▸ Action item: Type every record exactly as it appears.

▸ Dataset entries:
/** Days within which somebody has to have acted. Common practice, no source. */
function dueInDays(kind: FindingKind): number {
  if (
    [
      "over-limit-at-ear",
      "no-protector",
      "protects-too-little",
      "dual-protection",
      "peak-or-ceiling",
    ].includes(kind)
  )
    return 1;
  if (["not-worn-long-enough", "wearing-unknown", "time-not-accounted"].includes(kind)) return 3;
  return 14;
}

interface Attached {
  findingId: string;
  workerId: string;
  date: string;
  kind: FindingKind;
  criterion: string;
  useKey: string;
  state: FindingState;
  /** The rules by which the day showed it. */
  ruleSetKey: string;
  ruleSetVersion: number;
}

async function withdrawEvidence(organizationId: string, days: readonly DayCauses[]): Promise<void> {
  const attached = await rows<Attached>(
    `SELECT e.finding_id AS "findingId", e.worker_id AS "workerId", e.date::text AS date, f.kind, f.criterion, f.use_key AS "useKey", f.state,
       r.governing_rule_set AS "ruleSetKey", r.governing_version AS "ruleSetVersion"
     FROM finding_evidence e JOIN findings f ON f.id = e.finding_id JOIN day_results r ON r.id = e.result_id
     JOIN jsonb_to_recordset($1::jsonb) AS x("workerId" uuid, date date) ON x."workerId" = e.worker_id AND x.date = e.date
     WHERE f.state <> 'closed' AND f.kind <> 'problem-reported'`,
    [JSON.stringify(days.map(({ workerId, date }) => ({ workerId, date })))],
  );
  const dayOf = new Map(days.map((day) => [`${day.workerId} ${day.date}`, day]));
  const gone = attached.filter(
    ({ workerId, date, kind, criterion, useKey }) =>
      !(dayOf.get(`${workerId} ${date}`)?.causes ?? []).some(
        (cause) => cause.kind === kind && cause.criterion === criterion && cause.useKey === useKey,
      ),
  );
  if (gone.length === 0) return;
  await execute(
    `DELETE FROM finding_evidence e USING jsonb_to_recordset($1::jsonb) AS x("findingId" uuid, "workerId" uuid, date date)
     WHERE e.finding_id = x."findingId" AND e.worker_id = x."workerId" AND e.date = x.date`,
    [JSON.stringify(gone)],
  );
  const touched = [...new Map(gone.map((one) => [one.findingId, one])).values()];
  const left = await rows<{ findingId: string }>(
    `SELECT DISTINCT finding_id AS "findingId" FROM finding_evidence WHERE finding_id = ANY (CAST(:ids AS uuid[]))`,
    { ids: `{${touched.map(({ findingId }) => findingId).join(",")}}` },
  );
  const hasEvidence = new Set(left.map(({ findingId }) => findingId));
  await recountFindings([...hasEvidence]);
  for (const one of touched.filter(({ findingId }) => !hasEvidence.has(findingId))) {
    const { findingId, date, state } = one;
    const governing = dayOf.get(`${one.workerId} ${date}`)?.governing;
    const isRejudged =
      governing && (governing.key !== one.ruleSetKey || governing.version !== one.ruleSetVersion);
    if (isRejudged) {
      await leaveToCheck(organizationId, one, governing);
      continue;
    }
    // Nobody has taken it up and nothing of it is left: a typing error that was caught.
    const closes = state === "new" || state === "came-back";
    await execute(
      "INSERT INTO finding_steps (organization_id, finding_id, kind, from_state, to_state, text) VALUES ($1, $2, 'evidence-gone', $3, $4, $5)",
      [organizationId, findingId, state, closes ? "closed" : state, date],
    );
    if (!closes) {
      await execute("UPDATE findings SET days_count = 0 WHERE id = $1", [findingId]);
      continue;
    }
    await execute(
      "UPDATE findings SET state = 'closed', closed_on = $2, closing_reason = 'evidence-gone', revision = revision + 1 WHERE id = $1",
      [findingId, date],
    );
    await recordAudit(
      { organizationId },
      {
        action: "withdraw-finding",
        subjectKind: "finding",
        subjectId: findingId,
        values: { date },
      },
    );
  }
}

/**
 * The day stands as it was, and other rules judge it now. Nobody has found it to be wrong, so that it is not closed: a
 * person looks whether what the earlier rules asked for is still wanted.
 */
async function leaveToCheck(
  organizationId: string,
  { findingId, date, state, ruleSetKey }: Attached,
  governing: RuleSetVersion,
): Promise<void> {
  await execute(
    "INSERT INTO finding_steps (organization_id, finding_id, kind, from_state, to_state, text) VALUES ($1, $2, 'rules-changed', $3, 'done', $4)",
    [organizationId, findingId, state, governing.key],
  );
  await execute(
    "UPDATE findings SET state = 'done', days_count = 0, revision = revision + 1 WHERE id = $1",
    [findingId],
  );
  await recordAudit(
    { organizationId },
    {
      action: "rejudge-finding",
      subjectKind: "finding",
      subjectId: findingId,
      values: { date, from: state, to: "done", ruleSets: [ruleSetKey, governing.key] },
    },
  );
}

▸ Result:
/** Days within which somebody has to have acted. Common practice, no source. */
function dueInDays(kind: FindingKind): number {
  if (
    [
      "over-limit-at-ear",
      "no-protector",
      "protects-too-little",
      "dual-protection",
      "peak-or-ceiling",
    ].includes(kind)
  )
    return 1;
  if (["not-worn-long-enough", "wearing-unknown", "time-not-accounted"].includes(kind)) return 3;
  return 14;
}

interface Attached {
  findingId: string;
  workerId: string;
  date: string;
  kind: FindingKind;
  criterion: string;
  useKey: string;
  state: FindingState;
  /** The rules by which the day showed it. */
  ruleSetKey: string;
  ruleSetVersion: number;
}

async function withdrawEvidence(organizationId: string, days: readonly DayCauses[]): Promise<void> {
  const attached = await rows<Attached>(
    `SELECT e.finding_id AS "findingId", e.worker_id AS "workerId", e.date::text AS date, f.kind, f.criterion, f.use_key AS "useKey", f.state,
       r.governing_rule_set AS "ruleSetKey", r.governing_version AS "ruleSetVersion"
     FROM finding_evidence e JOIN findings f ON f.id = e.finding_id JOIN day_results r ON r.id = e.result_id
     JOIN jsonb_to_recordset($1::jsonb) AS x("workerId" uuid, date date) ON x."workerId" = e.worker_id AND x.date = e.date
     WHERE f.state <> 'closed' AND f.kind <> 'problem-reported'`,
    [JSON.stringify(days.map(({ workerId, date }) => ({ workerId, date })))],
  );
  const dayOf = new Map(days.map((day) => [`${day.workerId} ${day.date}`, day]));
  const gone = attached.filter(
    ({ workerId, date, kind, criterion, useKey }) =>
      !(dayOf.get(`${workerId} ${date}`)?.causes ?? []).some(
        (cause) => cause.kind === kind && cause.criterion === criterion && cause.useKey === useKey,
      ),
  );
  if (gone.length === 0) return;
  await execute(
    `DELETE FROM finding_evidence e USING jsonb_to_recordset($1::jsonb) AS x("findingId" uuid, "workerId" uuid, date date)
     WHERE e.finding_id = x."findingId" AND e.worker_id = x."workerId" AND e.date = x.date`,
    [JSON.stringify(gone)],
  );
  const touched = [...new Map(gone.map((one) => [one.findingId, one])).values()];
  const left = await rows<{ findingId: string }>(
    `SELECT DISTINCT finding_id AS "findingId" FROM finding_evidence WHERE finding_id = ANY (CAST(:ids AS uuid[]))`,
    { ids: `{${touched.map(({ findingId }) => findingId).join(",")}}` },
  );
  const hasEvidence = new Set(left.map(({ findingId }) => findingId));
  await recountFindings([...hasEvidence]);
  for (const one of touched.filter(({ findingId }) => !hasEvidence.has(findingId))) {
    const { findingId, date, state } = one;
    const governing = dayOf.get(`${one.workerId} ${date}`)?.governing;
    const isRejudged =
      governing && (governing.key !== one.ruleSetKey || governing.version !== one.ruleSetVersion);
    if (isRejudged) {
      await leaveToCheck(organizationId, one, governing);
      continue;
    }
    // Nobody has taken it up and nothing of it is left: a typing error that was caught.
    const closes = state === "new" || state === "came-back";
    await execute(
      "INSERT INTO finding_steps (organization_id, finding_id, kind, from_state, to_state, text) VALUES ($1, $2, 'evidence-gone', $3, $4, $5)",
      [organizationId, findingId, state, closes ? "closed" : state, date],
    );
    if (!closes) {
      await execute("UPDATE findings SET days_count = 0 WHERE id = $1", [findingId]);
      continue;
    }
    await execute(
      "UPDATE findings SET state = 'closed', closed_on = $2, closing_reason = 'evidence-gone', revision = revision + 1 WHERE id = $1",
      [findingId, date],
    );
    await recordAudit(
      { organizationId },
      {
        action: "withdraw-finding",
        subjectKind: "finding",
        subjectId: findingId,
        values: { date },
      },
    );
  }
}

/**
 * The day stands as it was, and other rules judge it now. Nobody has found it to be wrong, so that it is not closed: a
 * person looks whether what the earlier rules asked for is still wanted.
 */
async function leaveToCheck(
  organizationId: string,
  { findingId, date, state, ruleSetKey }: Attached,
  governing: RuleSetVersion,
): Promise<void> {
  await execute(
    "INSERT INTO finding_steps (organization_id, finding_id, kind, from_state, to_state, text) VALUES ($1, $2, 'rules-changed', $3, 'done', $4)",
    [organizationId, findingId, state, governing.key],
  );
  await execute(
    "UPDATE findings SET state = 'done', days_count = 0, revision = revision + 1 WHERE id = $1",
    [findingId],
  );
  await recordAudit(
    { organizationId },
    {
      action: "rejudge-finding",
      subjectKind: "finding",
      subjectId: findingId,
      values: { date, from: state, to: "done", ruleSets: [ruleSetKey, governing.key] },
    },
  );
}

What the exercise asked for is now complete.